Но в остальное время я уверенно шагаю по жизни.
В этом вся я.
И если вас удивило, что я взялась рассказывать эту историю, хотя и не собиралась, то объясняю: я записываю всё это, потому что с недавних пор в мою жизнь вторгся злой рок.
Иными словами, большая беда.
С тех пор я уже не шагаю вперёд так уверенно, а скорее бреду, немного шатаясь. Моя крёстная говорит, что любое несчастье можно прогнать, если описать его словами. Поэтому я записываю то, что со мной произошло, в надежде остановить беду. Моя жизнь не должна подчиниться злому року. И чтобы этого не произошло, мне нужна ваша помощь. Пожалуйста, поддержите меня. Если, прочитав книгу, вы найдёте какой-то выход, позвоните или напишите мне и расскажите, что бы сделали на моём месте. Ведь скоро мне нужно будет принять решение, а я совершенно не представляю, как поступить.
Но сначала я расскажу, как обрела крёстную.

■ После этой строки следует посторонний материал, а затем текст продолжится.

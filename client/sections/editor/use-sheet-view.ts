import { type RefObject, useCallback, useMemo, useState } from 'react';
import { type SheetLayout } from '#client/drawing/sheet-layout.ts';
import {
  type Exaggeration,
  FITTED,
  type Ordinates,
  type SheetTransform,
  sheetTransform,
  type SheetView,
  zoomAbout,
} from '#client/drawing/sheet-view.ts';
import { useSheetGestures } from './use-sheet-gestures.ts';

export interface SheetControl {
  readonly transform: SheetTransform;
  readonly view: SheetView;
  readonly fit: () => void;
  /** Zooms by a factor about the middle of the sheet. */
  readonly zoom: (factor: number) => void;
  readonly panning: boolean;
}

export const ZOOM_STEP = 1.25;

/**
 * What part of the drawing is in sight.
 * @param ordinates Of the section as it is now; the fitted scale follows them only when the sheet is fitted again, so
 *   that nothing moves while a handle is dragged.
 */
export function useSheetView(
  element: RefObject<SVGSVGElement | null>,
  layout: SheetLayout,
  ordinates: Ordinates,
  exaggeration: Exaggeration,
): SheetControl {
  const [view, setView] = useState(FITTED);
  const [fitted, setFitted] = useState({ ordinates, exaggeration });
  if (fitted.exaggeration !== exaggeration) setFitted({ ordinates, exaggeration });
  const fit = useCallback(() => {
    setView(FITTED);
    setFitted({ ordinates, exaggeration });
  }, [ordinates, exaggeration]);
  const zoom = useCallback(
    (factor: number) => {
      const { chord, section } = layout;
      const middle = { x: (chord.left + chord.right) / 2, y: section.y + section.height / 2 };
      setView((before) => zoomAbout(before, layout, middle, factor));
    },
    [layout],
  );
  const panning = useSheetGestures(element, layout, setView, fit);
  const transform = useMemo(
    () => sheetTransform(layout, fitted.ordinates, exaggeration, view),
    [layout, fitted, exaggeration, view],
  );
  return { transform, view, fit, zoom, panning };
}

Во время моих крестин в соборе Святого Петра профессор Цаца Мосс сидела в седьмом ряду, едва не задыхаясь. В соборе в тот четверг были заняты все места до единого. Ещё на рассвете в очереди перед входом собралось более шестидесяти тысяч человек, и теперь они теснились на скамьях и табуретах. Люди прижимались к стенам и колоннам, обмахиваясь от духоты, и ожидали появления королевской четы. Повсюду были установлены экраны, телевизионные камеры снимали каждый уголок, а через динамики, будто ангельские голоса, разносились песнопения. Профессор плохо переносила шум. Она заткнула уши обрывками бумажных платочков и напоминала пациента стоматолога, который ждёт, когда же подействует анестезия.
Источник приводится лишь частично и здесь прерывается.